🤖 AI Summary
Existing whole-body control methods for humanoid robots often rely on fixed motion primitives or expensive teleoperation data, making it challenging to generate natural, human-like behaviors such as sitting or kicking. This work proposes the first end-to-end framework that learns visuomotor control policies directly from egocentric human videos, without requiring any real-robot teleoperation data. The approach leverages a vision-language model to predict future full-body motions, which are then retargeted and robustly tracked on a physical robot. Experiments on the Unitree G1 platform demonstrate that the proposed method outperforms baseline approaches in terms of motion naturalness and diversity, establishing a new paradigm for efficient, scalable, and teleoperation-free humanoid control.
📝 Abstract
Achieving versatile and naturalistic whole-body control for humanoid robot scene-interaction remains a significant challenge. While some recent works have demonstrated autonomous humanoid interactive control, they are constrained to rigid locomotion patterns and expensive teleoperation data collection, lacking the versatility to execute more human-like natural behaviors such as sitting or kicking.
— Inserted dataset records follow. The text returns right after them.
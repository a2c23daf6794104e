namespace WearWatch.Diagnosis.Geometry;

/// <summary>Brush model of a tyre at small slip.</summary>
/// <remarks>Pacejka, Tire and Vehicle Dynamics, 3rd ed. 2012, brush model.</remarks>
public static class AligningMoment
{
    /// <summary>Pneumatic trail, in the unit of the half contact length: a/3.</summary>
    public static double BrushTrail(double halfContactLength) => halfContactLength / 3;

    /// <summary>Cornering stiffness, N/rad: 2·c·a².</summary>
    /// <param name="treadStiffness">Lateral tread stiffness per length, N/m².</param>
    /// <param name="halfContactLengthM">m.</param>
    public static double BrushStiffnessNPerRad(double treadStiffness, double halfContactLengthM) =>
        2 * treadStiffness * halfContactLengthM * halfContactLengthM;

    /// <summary>Moment about the steering axis, N·m: side force × (pneumatic + mechanical trail).</summary>
    public static double AboutAxisNm(double sideForceN, double pneumaticTrailM, double mechanicalTrailM) =>
        sideForceN * (pneumaticTrailM + mechanicalTrailM);
}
Furthermore, acquiring the necessary real robot teleoperation data is prohibitively expensive and time-consuming. To address these limitations, we introduce ZeroWBC, a novel framework that learns a natural humanoid visuomotor control policy directly from human egocentric videos, eliminating the need for large-scale robot teleoperation data and enabling natural humanoid robot scene-interaction control. Specifically, our approach first fine-tunes a Vision-Language Model (VLM) to predict future whole-body human motions based on text instructions and egocentric visual context, then these generated motions are retargeted to real robot joints and executed via our robust general motion tracking policy for humanoid whole-body control. Extensive experiments on the Unitree G1 humanoid robot demonstrate that our method outperforms baseline approaches in motion naturalness and versatility, successfully establishing a pipeline that eliminates teleoperation data collection overhead for whole-body humanoid control, offering a scalable and efficient paradigm for general humanoid whole-body control.